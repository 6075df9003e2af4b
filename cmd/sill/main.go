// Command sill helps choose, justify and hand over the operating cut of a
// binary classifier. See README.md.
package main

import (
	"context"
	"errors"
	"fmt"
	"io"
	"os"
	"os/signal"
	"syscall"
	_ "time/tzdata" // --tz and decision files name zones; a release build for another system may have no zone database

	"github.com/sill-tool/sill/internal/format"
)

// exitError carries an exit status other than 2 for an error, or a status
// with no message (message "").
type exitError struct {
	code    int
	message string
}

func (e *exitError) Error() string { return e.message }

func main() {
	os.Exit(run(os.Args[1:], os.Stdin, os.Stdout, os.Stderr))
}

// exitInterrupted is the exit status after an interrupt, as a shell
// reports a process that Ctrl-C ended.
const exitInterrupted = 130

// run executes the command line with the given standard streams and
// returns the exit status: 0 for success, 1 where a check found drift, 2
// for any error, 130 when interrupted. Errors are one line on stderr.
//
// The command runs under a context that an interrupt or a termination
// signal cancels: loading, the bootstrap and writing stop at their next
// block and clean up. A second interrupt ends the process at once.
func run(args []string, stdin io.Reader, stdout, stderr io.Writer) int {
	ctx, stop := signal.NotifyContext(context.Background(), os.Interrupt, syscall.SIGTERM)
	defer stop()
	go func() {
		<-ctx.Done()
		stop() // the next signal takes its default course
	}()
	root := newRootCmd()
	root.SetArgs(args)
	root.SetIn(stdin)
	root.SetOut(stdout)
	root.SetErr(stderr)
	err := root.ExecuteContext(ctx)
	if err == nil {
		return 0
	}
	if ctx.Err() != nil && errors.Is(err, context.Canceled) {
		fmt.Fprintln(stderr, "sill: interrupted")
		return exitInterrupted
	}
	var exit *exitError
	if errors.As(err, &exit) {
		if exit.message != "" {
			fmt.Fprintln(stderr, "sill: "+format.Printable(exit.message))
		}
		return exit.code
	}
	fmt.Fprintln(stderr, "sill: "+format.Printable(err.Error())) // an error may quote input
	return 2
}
============
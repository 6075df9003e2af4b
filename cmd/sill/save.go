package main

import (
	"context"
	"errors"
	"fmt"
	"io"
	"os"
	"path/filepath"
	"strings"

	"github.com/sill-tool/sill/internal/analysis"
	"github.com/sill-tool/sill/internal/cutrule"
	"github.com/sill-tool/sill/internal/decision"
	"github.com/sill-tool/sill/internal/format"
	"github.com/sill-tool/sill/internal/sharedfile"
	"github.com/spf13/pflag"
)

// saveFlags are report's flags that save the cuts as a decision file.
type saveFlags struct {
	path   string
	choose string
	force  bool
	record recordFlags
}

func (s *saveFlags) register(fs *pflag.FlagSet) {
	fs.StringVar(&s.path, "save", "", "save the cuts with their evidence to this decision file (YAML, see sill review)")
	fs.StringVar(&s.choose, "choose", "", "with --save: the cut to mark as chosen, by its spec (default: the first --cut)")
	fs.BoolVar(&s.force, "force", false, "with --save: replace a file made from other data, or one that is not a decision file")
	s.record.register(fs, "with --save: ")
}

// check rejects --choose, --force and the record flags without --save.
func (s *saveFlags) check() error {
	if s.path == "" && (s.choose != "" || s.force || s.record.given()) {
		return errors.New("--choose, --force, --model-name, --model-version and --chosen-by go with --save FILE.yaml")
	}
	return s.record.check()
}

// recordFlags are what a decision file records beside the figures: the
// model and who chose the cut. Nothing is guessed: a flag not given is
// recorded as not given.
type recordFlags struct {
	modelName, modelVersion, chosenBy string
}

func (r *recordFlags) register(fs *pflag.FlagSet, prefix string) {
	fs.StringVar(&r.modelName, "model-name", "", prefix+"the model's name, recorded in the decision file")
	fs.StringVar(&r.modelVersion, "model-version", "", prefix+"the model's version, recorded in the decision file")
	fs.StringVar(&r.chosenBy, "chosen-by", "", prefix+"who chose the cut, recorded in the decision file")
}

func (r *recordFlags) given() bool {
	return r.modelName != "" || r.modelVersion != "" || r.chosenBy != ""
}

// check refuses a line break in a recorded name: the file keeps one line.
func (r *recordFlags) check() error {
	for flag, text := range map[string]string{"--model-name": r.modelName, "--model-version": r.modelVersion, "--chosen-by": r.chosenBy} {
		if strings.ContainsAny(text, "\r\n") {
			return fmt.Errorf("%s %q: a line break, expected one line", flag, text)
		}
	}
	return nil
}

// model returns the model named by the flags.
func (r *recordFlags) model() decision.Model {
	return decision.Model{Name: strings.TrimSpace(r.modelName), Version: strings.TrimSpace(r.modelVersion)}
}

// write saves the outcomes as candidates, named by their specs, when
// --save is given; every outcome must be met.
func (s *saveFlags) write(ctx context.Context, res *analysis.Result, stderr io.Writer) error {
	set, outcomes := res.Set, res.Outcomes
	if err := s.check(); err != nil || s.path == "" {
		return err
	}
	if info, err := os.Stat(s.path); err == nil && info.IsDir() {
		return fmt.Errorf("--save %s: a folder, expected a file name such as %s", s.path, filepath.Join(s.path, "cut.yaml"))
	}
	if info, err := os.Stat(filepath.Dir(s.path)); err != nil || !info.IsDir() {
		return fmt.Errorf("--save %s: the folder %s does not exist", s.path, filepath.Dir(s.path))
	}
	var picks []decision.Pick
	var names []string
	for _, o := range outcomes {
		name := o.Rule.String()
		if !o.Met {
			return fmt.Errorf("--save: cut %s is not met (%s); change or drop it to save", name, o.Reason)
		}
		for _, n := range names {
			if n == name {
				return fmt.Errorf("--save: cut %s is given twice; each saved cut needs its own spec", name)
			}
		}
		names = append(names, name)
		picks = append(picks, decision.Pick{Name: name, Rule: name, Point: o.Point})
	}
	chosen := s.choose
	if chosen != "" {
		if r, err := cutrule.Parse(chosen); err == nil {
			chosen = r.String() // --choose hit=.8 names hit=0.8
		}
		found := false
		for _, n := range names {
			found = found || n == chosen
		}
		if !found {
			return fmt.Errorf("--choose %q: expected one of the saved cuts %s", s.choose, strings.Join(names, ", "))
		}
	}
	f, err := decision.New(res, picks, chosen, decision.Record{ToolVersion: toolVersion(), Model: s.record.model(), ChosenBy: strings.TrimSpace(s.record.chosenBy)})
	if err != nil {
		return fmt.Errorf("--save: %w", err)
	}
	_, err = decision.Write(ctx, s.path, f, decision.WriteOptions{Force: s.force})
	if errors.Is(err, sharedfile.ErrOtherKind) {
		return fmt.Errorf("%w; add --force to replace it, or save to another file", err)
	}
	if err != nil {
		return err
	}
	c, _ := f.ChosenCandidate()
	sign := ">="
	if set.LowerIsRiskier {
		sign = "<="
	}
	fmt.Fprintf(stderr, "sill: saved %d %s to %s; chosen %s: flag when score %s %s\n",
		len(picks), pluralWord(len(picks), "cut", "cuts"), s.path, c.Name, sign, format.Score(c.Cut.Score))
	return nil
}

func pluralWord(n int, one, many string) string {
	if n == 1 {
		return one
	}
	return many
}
============
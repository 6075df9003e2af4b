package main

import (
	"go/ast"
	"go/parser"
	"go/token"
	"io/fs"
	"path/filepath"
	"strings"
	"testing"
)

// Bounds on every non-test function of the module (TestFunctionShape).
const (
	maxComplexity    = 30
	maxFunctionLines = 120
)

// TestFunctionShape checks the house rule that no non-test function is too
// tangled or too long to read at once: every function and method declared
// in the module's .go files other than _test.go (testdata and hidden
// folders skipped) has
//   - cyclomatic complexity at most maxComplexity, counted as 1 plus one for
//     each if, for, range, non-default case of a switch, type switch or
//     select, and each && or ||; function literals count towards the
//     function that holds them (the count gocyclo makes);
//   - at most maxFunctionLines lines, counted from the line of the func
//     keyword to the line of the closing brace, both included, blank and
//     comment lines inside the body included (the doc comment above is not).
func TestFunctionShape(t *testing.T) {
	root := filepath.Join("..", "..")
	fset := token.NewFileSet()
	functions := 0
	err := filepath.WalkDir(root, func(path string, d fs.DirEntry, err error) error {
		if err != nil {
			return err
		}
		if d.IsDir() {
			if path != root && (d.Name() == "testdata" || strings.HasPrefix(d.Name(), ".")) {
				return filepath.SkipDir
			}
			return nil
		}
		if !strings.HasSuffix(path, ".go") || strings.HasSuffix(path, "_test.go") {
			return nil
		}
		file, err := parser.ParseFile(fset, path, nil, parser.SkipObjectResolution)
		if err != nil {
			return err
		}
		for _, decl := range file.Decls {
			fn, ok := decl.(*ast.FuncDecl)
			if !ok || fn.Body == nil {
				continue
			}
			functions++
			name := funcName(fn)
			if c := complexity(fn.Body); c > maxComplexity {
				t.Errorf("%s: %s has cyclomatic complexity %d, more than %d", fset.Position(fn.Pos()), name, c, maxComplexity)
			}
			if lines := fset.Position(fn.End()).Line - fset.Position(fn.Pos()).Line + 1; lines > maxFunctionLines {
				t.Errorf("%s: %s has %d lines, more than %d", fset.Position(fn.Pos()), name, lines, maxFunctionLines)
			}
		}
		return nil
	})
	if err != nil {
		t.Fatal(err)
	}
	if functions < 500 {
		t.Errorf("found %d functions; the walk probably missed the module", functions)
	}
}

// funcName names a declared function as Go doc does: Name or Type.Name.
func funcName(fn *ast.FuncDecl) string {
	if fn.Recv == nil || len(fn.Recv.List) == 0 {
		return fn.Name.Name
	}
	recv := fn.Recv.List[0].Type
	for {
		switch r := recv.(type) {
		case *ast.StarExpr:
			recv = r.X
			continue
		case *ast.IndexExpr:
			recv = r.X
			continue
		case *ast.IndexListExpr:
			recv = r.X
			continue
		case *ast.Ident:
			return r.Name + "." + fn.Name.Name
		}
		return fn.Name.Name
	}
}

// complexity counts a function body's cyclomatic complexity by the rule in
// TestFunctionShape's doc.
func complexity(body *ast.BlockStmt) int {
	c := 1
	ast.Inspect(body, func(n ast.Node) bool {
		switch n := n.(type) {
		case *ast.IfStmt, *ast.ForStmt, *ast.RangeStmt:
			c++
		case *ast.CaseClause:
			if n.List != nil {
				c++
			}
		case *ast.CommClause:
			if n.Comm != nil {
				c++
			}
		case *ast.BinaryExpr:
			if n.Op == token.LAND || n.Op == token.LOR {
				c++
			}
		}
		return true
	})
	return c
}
============
Exactly one number is the expected answer: the count of lines in the entries where the word "struct" is found.

## SOLUTION TO THE EXERCISE
3